**What you have to do**
Two lines in the data below mark the range: the one with "element: 'wall' | 'roof' | 'floor';" and the one with "const list = await db". Return both, along with every line between them, exactly.

**Material for the task**
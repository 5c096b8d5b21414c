// what the compare page picks from: a job's assemblies, each with its revisions and their documents
import { asc, desc, eq, inArray } from 'drizzle-orm';
import { db } from '../db';
import { assemblies, revisions, type RevisionState } from '../db/schema';

export interface CompareRevision {
  id: number;
  number: number;
  state: RevisionState;
  note: string;
  createdAt: Date;
  /** the workbench document the revision keeps */
  model: unknown;
}

export interface CompareAssembly {
  id: number;
  name: string;
  element: 'wall' | 'roof' | 'floor';
  /** newest first */
  revisions: CompareRevision[];
}

/** every assembly of a job (by name) with its revisions (newest first) */
export async function compareSources(jobId: number): Promise<CompareAssembly[]> {
  const list = await db
    .select({ id: assemblies.id, name: assemblies.name, element: assemblies.element })
    .from(assemblies)
    .where(eq(assemblies.jobId, jobId))
    .orderBy(asc(assemblies.name));
  if (list.length === 0) return [];
  const revs = await db
    .select({ id: revisions.id, assemblyId: revisions.assemblyId, number: revisions.number, state: revisions.state, note: revisions.note, createdAt: revisions.createdAt, model: revisions.model })
    .from(revisions)
    .where(inArray(revisions.assemblyId, list.map((a) => a.id)))
    .orderBy(desc(revisions.number));
  return list.map((a) => ({
    ...a,
    revisions: revs.filter((r) => r.assemblyId === a.id).map(({ assemblyId: _a, ...r }) => r),
  }));
}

**Result for this task**
  element: 'wall' | 'roof' | 'floor';
  /** newest first */
  revisions: CompareRevision[];
}

/** every assembly of a job (by name) with its revisions (newest first) */
export async function compareSources(jobId: number): Promise<CompareAssembly[]> {
  const list = await db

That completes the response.